A tabela 2 (e o anexo 1) mostra algumas diferenças acentuadas nas características de família e domicílio e na forma de coleta e tratamento dos dados nos três países. Em primeiro lugar, destacamos que os domicílios coletivos têm um peso expressivo nos Estados Unidos (2.8 per cent), quando comparado com o Brasil (0.3 per cent) e a Argentina (0.9 per cent). Em grande parte isto se deve ao peso da população idosa dos Estados Unidos, sendo que existe uma maior possibilidade destes idosos viverem em asilos, cidades geriátricas e outros tipos de domicílios coletivos que abriguem a população idosa. É preciso considerar também que a baixa fecundidade, a grande mobilidade familiar (mobilidade espacial das várias gerações) e a família pequena nos Estados Unidos fazem com que muitas pessoas idosas não contem com familiares para cuidar dos membros mais velhos do grupo familiar como é muito comum no Brasil e, em menor proporção, na Argentina. Nos Estados Unidos, também existe um peso grande dos quartéis e prisões nos domicílios coletivos. A baixíssima presença de pessoas em domicílios coletivos no Brasil, mesmo quando comparado com a Argentina, pode estar sugerindo uma subenumeração da população neste tipo de moradia coletiva.

Outra diferença significativa mostrada na tabela 2 refere-se à relação entre domicílios ocupados e não ocupados, já que nos Estados Unidos o percentual de domicílios não ocupados é bem menor do que no Brasil e, em especial, na Argentina. A alta proporção de domicílios não ocupados nos dois países da América do Sul merece estudos mais aprofundados e maior empenho por parte do IBGE e do INDEC para conseguir maiores informações sobre esta importante parcela do parque habitacional. Além disto, cabem algumas perguntas: será que estes domicílios são o reflexo da alta concentração da renda e da propriedade existentes na Argentina e no Brasil? Como uma política habitacional poderia incentivar que os domicílios não ocupados sirvam para a redução das necessidades habitacionais da população excluída?

No Brasil, por exemplo, faltam informações sobre a parcela dos domicílios não ocupados que estão sendo ofertados para venda ou aluguel. Além de ter uma menor proporção de domicílios não ocupados, nos Estados Unidos 43.2 per cent destes encontravam-se à venda ou oferecidos para aluguel, comparado com apenas 13.5 per cent na Argentina. Tanto na Argentina quanto no Brasil existe uma alta proporção de domicílios não ocupados por outro motivo. Este é um desafio para que futuras pesquisas domiciliares e censos se atenham para buscar informações mais detalhadas.
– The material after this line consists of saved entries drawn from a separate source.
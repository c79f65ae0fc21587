import { describe, expect, it } from 'vitest';
import { createElevationGrid } from '../../../api/engine/terrain/elevation-grid.ts';
import { siteProxy } from '../../../api/engine/terrain/site-proxy.ts';
import { vs30FromSlope } from '../../../api/engine/terrain/slope-vs30.ts';
import {
  PROXY_STEP_DEG,
  slopeSampler,
  slopeStepDeg,
} from '../../../api/engine/terrain/topographic-slope.ts';
import { expectClose, expectRelative } from '../../helpers/close.ts';
import { lonLatGrid } from '../fixtures/lonlat-grid.ts';

const TABLE = 'Wald & Allen (2007) BSSA 97(5) Table 1, active tectonic regions (from memory)';

describe('vs30FromSlope', () => {
  // Each boundary of the table: the slope (m/m) at which a Vs30 bin starts, and that Vs30 (m/s).
  const boundaries: [slope: number, vs30: number, siteClass: string][] = [
    [1.0e-4, 180, 'D'], // E/D boundary
    [2.2e-3, 240, 'D'],
    [6.3e-3, 300, 'D'],
    [0.018, 360, 'C'], // D/C boundary
    [0.05, 490, 'C'],
    [0.1, 620, 'C'],
    [0.138, 760, 'B'], // C/B boundary
  ];
  it.each(boundaries)('slope %f starts the %f m/s bin (class %s)', (slope, vs30, siteClass) => {
    const at = vs30FromSlope(slope);
    expectRelative(at.vs30, vs30, 1e-9, TABLE);
    expect(at.siteClass).toBe(siteClass);
  });

  it('just below each class boundary the class below applies', () => {
    expect(vs30FromSlope(0.99e-4).siteClass).toBe('E');
    expect(vs30FromSlope(0.0179).siteClass).toBe('D');
    expect(vs30FromSlope(0.1379).siteClass).toBe('C');
    // The row's upper Vs30 is reached as the slope reaches its upper bound (log–log within a row).
    expectRelative(vs30FromSlope(0.018 * (1 - 1e-12)).vs30, 360, 1e-9, TABLE);
  });

  it('interpolates log Vs30 linearly in log slope inside a row (common practice)', () => {
    // The geometric middle of the 0.018–0.05 row gives the geometric middle of 360–490 m/s.
    expectRelative(vs30FromSlope(Math.sqrt(0.018 * 0.05)).vs30, Math.sqrt(360 * 490), 1e-12, TABLE);
  });

  it('states the class range as the uncertainty and refuses a negative slope', () => {
    expect(vs30FromSlope(0.01).vs30Range).toEqual([180, 360]);
    expect(vs30FromSlope(0).vs30).toBe(150);
    expect(vs30FromSlope(0.5).vs30).toBe(760);
    expect(() => vs30FromSlope(-0.01)).toThrow(/slope/);
    expect(() => vs30FromSlope(Number.NaN)).toThrow(/slope/);
  });
});

/**
 * A small project-made grid: a plane rising `riseM` metres per degree of longitude, on
 * 10 arc-second cells (finer than the relation's 30″) around 40° S.
 */
function tiltedGrid(riseMPerDegLon: number, cellDeg: number) {
  const columns = 61;
  const rows = 61;
  const west = 150;
  const north = -39.9;
  const values: number[] = [];
  for (let r = 0; r < rows; r += 1)
    for (let c = 0; c < columns; c += 1) values.push(10 + riseMPerDegLon * (c + 0.5) * cellDeg);
  return lonLatGrid('tilted.asc', { west, north, cellDeg, columns, rows }, values);
}

describe('slope from a grid', () => {
  it('is the rise over the run in metres at the latitude (analytic plane)', () => {
    const grid = tiltedGrid(500, 10 / 3600);
    expect(slopeStepDeg(grid)).toBe(PROXY_STEP_DEG);
    const lat = -40;
    // Analytic: 500 m per degree of longitude; one degree of longitude is R·π/180·cos(lat) metres
    // on the mean sphere (R = 6371008.8 m, Moritz 2000).
    const metresPerDegLon = ((6_371_008.8 * Math.PI) / 180) * Math.cos((lat * Math.PI) / 180);
    const slope = slopeSampler(grid)([150.08, lat]) as number;
    expectRelative(slope, 500 / metresPerDegLon, 1e-6, 'analytic plane');
  });

  it('takes the grid cell as the step on a grid coarser than 30″', () => {
    expect(slopeStepDeg(tiltedGrid(500, 0.02))).toBe(0.02);
  });

  it('gives the proxy on land, none at sea or off the grid', () => {
    const grid = tiltedGrid(5000, 10 / 3600);
    const proxy = siteProxy(grid);
    const onLand = proxy([150.08, -40]);
    expect(onLand?.siteClass).toBe('C');
    expectClose(
      onLand?.slope ?? 0,
      5000 / 85_263,
      1e-3,
      'analytic plane, about 85.3 km per degree of longitude at 40° S',
    );
    expect(proxy([140, -40])).toBeNull();
    const sea = createElevationGrid({
      ...grid,
      elevationM: Array.from(grid.elevationM, (z) => z - 1000),
    });
    expect(siteProxy(sea)([150.08, -40])).toBeNull();
  });
});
A tabela 2 também mostra que existem diferenças expressivas nos arranjos familiares e não-familiares nos domicílios ocupados dos três países. Enquanto nos Estados Unidos existe 68.1 per cent dos domicílios com arranjos familiares, no Brasil este percentual sobe para 90.7 per cent, enquanto a Argentina fica em situação intermediária (82.7 per cent). A maior razão para esta diferença se deve à quantidade de pessoas vivendo sozinhas que chega a quase 26 per cent nos Estados Unidos, 15 per cent na Argentina e apenas 9 per cent no Brasil. Evidentemente, este fato reflete o fato do maior envelhecimento da população dos Estados Unidos, mas reflete também uma questão cultural, pois é um fato mais comum no Brasil as pessoas idosas viverem com algum outro parente, ou mesmo alguma outra pessoa sem laços de parentesco, no domicílio. Outra diferença importante é o percentual de arranjos não familiares (multipessoal) nos Estados Unidos que chega a 6.1 per cent dos domicílios, enquanto na Argentina chega a 2.2 per cent e no Brasil, fica em somente 0.3 per cent. Esta questão merece estudos mais aprofundados especialmente no Brasil que apresenta números muito abaixo dos outros dois países.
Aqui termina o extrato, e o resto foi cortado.